Go line by line through the records below. Copy whichever lines contain the string "describe".

*** Opening INPUT ***

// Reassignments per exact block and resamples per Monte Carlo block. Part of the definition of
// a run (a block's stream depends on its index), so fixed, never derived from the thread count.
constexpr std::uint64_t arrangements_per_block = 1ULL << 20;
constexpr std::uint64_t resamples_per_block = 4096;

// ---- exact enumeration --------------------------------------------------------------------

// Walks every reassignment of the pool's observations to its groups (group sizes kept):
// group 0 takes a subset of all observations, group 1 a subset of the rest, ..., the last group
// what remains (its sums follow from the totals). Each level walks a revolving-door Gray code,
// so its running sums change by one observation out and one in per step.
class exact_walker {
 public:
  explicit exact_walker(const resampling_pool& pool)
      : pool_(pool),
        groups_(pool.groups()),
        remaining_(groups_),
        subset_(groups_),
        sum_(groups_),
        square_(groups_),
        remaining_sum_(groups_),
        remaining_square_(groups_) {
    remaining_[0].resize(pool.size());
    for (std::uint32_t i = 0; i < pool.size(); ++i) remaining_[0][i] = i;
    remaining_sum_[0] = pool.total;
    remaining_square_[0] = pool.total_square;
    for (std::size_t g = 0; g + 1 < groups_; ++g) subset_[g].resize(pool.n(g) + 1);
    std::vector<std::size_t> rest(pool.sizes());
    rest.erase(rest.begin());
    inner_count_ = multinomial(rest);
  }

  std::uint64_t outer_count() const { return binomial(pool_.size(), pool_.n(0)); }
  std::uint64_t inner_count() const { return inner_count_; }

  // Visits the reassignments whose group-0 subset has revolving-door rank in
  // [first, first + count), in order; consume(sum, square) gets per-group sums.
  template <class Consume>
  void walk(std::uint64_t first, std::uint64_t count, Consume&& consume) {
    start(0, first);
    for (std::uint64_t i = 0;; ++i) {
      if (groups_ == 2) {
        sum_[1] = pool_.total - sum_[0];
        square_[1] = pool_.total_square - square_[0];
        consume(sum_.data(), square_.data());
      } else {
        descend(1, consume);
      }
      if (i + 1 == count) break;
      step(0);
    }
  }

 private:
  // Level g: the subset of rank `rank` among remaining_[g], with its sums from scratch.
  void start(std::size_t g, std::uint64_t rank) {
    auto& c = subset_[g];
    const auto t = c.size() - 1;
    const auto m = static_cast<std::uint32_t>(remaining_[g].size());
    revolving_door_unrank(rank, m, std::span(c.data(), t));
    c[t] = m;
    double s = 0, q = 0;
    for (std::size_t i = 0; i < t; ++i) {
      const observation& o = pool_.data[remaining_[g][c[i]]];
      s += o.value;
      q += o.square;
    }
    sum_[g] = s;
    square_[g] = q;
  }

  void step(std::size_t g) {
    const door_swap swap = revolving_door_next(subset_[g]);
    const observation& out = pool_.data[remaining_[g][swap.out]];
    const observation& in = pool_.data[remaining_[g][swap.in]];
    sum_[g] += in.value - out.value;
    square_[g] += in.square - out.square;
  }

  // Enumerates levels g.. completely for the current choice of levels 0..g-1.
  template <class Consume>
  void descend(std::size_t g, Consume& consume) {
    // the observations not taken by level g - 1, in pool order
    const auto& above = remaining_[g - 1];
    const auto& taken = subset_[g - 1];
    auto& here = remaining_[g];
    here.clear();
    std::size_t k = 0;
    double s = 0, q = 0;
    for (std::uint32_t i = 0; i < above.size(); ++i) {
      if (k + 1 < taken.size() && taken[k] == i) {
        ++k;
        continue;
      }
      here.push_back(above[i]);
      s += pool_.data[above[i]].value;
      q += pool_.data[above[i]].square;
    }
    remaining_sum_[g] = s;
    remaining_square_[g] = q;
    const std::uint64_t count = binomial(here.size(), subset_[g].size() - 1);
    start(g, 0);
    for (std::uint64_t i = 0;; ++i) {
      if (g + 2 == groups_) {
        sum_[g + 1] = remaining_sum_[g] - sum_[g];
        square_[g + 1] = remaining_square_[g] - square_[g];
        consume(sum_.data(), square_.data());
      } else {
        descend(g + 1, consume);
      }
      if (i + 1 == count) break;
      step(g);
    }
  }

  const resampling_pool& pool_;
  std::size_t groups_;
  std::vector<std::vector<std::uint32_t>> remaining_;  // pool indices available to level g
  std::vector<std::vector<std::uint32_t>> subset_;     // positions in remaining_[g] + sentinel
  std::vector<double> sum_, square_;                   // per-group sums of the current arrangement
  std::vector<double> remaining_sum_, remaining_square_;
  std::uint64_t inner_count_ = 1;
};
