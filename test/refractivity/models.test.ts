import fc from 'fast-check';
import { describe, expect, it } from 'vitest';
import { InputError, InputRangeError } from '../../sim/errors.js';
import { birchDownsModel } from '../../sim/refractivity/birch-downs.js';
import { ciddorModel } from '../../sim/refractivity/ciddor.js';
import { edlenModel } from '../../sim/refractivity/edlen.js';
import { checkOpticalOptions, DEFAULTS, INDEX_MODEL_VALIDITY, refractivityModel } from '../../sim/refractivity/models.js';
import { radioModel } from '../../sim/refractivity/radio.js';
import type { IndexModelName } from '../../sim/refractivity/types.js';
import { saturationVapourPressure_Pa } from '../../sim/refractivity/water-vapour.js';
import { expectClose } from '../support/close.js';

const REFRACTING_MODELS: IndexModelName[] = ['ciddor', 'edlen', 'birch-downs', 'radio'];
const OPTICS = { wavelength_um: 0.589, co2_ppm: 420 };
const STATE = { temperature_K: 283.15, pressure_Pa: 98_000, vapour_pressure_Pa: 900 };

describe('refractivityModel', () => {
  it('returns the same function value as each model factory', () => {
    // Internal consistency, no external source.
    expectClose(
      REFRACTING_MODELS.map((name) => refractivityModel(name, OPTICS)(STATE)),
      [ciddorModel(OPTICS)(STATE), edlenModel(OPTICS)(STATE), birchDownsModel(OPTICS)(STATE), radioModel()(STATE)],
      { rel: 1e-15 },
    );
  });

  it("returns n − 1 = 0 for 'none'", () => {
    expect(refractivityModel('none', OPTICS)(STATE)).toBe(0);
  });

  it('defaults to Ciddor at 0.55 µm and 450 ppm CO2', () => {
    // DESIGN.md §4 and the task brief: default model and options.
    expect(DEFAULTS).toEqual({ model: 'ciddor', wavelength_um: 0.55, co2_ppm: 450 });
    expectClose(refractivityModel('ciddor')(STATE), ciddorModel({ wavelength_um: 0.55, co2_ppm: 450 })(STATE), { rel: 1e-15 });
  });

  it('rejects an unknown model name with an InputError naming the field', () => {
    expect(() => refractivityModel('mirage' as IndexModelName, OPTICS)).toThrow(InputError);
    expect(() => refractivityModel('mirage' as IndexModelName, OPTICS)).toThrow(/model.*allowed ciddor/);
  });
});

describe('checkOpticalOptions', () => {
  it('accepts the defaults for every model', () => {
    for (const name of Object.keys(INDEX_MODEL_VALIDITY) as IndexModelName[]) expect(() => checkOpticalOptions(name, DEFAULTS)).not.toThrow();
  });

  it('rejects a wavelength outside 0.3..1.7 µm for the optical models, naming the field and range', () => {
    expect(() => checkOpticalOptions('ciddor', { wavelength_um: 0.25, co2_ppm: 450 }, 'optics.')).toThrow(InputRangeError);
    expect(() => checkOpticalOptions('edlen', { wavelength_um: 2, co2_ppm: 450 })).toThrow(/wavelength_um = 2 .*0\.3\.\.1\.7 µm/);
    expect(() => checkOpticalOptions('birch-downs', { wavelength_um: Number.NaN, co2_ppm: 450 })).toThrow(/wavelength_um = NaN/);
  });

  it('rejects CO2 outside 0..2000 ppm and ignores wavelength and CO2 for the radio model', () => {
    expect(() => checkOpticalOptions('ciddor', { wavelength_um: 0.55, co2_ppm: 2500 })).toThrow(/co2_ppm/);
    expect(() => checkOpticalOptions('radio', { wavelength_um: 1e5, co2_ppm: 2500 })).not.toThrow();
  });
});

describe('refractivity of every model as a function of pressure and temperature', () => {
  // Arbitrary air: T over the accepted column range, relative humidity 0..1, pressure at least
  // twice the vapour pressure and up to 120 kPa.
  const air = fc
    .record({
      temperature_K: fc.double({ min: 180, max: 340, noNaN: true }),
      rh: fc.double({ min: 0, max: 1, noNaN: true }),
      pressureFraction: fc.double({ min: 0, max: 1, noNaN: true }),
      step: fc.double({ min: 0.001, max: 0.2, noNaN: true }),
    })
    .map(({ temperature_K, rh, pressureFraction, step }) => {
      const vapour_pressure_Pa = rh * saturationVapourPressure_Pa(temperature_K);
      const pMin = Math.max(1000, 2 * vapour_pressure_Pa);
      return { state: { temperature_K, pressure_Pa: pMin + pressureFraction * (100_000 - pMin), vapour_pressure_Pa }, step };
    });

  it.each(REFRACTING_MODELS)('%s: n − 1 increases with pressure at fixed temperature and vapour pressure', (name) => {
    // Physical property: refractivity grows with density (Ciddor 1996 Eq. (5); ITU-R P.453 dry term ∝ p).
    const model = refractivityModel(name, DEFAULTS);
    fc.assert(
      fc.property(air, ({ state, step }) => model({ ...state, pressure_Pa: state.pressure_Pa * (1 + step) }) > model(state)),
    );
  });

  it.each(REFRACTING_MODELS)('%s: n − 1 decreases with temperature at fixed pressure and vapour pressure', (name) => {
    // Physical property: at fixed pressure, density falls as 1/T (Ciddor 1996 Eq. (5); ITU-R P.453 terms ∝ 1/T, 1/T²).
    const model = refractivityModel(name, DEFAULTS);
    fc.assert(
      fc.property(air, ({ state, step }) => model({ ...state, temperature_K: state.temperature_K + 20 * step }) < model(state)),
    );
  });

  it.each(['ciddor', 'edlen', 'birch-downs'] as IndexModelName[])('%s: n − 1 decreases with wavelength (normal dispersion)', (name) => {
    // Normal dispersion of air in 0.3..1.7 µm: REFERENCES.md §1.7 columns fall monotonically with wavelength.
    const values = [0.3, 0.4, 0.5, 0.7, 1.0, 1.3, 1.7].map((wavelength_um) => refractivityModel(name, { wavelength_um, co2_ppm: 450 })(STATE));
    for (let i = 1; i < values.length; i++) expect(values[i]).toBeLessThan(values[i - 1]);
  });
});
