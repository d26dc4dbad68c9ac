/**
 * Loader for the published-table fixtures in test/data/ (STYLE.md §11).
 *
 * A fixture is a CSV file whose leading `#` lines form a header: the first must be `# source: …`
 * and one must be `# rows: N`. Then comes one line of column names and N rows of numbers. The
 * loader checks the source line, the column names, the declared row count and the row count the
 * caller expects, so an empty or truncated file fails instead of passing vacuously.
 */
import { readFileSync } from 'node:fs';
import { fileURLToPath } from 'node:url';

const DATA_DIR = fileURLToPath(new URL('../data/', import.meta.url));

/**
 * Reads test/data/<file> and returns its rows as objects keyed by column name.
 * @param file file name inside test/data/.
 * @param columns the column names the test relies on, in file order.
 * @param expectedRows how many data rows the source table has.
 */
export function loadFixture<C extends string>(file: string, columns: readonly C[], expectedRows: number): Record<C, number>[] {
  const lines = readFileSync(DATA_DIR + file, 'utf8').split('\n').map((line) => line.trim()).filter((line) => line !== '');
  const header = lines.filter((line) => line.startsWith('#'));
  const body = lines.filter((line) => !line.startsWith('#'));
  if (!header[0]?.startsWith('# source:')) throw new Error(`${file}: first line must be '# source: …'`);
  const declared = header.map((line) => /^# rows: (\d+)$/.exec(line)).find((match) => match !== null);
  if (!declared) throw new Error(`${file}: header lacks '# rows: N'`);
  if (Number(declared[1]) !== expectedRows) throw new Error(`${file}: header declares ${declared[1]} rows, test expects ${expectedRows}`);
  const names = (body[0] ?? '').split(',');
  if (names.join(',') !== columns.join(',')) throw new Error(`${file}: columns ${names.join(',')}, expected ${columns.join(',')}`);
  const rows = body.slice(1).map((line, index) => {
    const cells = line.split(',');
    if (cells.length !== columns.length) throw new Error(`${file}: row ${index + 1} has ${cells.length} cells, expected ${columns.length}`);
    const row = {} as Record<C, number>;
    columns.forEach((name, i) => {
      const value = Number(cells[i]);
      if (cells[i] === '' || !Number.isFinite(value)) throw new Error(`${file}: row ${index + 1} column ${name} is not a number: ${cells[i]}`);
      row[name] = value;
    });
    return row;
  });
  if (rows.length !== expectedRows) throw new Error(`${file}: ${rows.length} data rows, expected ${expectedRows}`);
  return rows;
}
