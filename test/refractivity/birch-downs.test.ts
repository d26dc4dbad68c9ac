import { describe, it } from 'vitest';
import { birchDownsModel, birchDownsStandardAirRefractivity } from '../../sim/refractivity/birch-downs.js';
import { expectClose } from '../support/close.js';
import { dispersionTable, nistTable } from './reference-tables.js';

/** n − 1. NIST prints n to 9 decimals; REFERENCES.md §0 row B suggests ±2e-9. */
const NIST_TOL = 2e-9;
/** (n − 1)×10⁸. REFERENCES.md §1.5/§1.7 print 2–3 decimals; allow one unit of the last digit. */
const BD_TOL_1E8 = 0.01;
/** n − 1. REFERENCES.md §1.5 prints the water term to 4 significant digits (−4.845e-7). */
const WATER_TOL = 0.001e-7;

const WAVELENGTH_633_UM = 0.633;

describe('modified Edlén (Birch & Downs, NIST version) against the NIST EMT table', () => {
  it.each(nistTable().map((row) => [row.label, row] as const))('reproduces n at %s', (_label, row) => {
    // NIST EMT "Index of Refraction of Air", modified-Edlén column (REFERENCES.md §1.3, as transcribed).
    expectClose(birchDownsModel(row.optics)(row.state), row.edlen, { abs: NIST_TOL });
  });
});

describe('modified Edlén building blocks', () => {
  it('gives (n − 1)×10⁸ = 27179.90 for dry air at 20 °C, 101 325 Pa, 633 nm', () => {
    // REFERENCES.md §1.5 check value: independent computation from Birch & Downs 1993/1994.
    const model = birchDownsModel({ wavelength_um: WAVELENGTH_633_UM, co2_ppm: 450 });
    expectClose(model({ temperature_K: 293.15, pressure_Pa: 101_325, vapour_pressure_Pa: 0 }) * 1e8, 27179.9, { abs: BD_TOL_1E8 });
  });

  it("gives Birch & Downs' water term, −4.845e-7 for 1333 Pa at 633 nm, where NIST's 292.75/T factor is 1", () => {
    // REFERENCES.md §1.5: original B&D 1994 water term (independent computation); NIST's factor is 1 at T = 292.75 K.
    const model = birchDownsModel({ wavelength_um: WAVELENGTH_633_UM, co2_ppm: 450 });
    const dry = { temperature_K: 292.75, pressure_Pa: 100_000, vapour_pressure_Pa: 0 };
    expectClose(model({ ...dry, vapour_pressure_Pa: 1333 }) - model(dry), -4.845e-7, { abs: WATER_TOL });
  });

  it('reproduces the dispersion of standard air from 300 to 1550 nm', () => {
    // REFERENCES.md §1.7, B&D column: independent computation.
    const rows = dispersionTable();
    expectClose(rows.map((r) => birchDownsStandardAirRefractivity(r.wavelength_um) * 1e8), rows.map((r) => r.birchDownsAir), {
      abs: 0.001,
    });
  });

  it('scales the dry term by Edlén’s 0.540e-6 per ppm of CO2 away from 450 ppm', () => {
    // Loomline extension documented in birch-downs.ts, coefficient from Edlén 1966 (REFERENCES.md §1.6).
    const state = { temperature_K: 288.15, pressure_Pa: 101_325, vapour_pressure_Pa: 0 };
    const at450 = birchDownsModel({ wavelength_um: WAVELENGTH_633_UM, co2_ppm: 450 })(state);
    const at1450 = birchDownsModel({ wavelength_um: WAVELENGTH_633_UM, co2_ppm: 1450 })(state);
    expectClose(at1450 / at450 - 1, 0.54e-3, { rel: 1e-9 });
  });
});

*** Closing INPUT ***

§ **WRITTEN SOLUTION**:
import { describe, expect, it } from 'vitest';
describe('refractivityModel', () => {
describe('checkOpticalOptions', () => {
describe('refractivity of every model as a function of pressure and temperature', () => {
import { describe, it } from 'vitest';
describe('modified Edlén (Birch & Downs, NIST version) against the NIST EMT table', () => {
describe('modified Edlén building blocks', () => {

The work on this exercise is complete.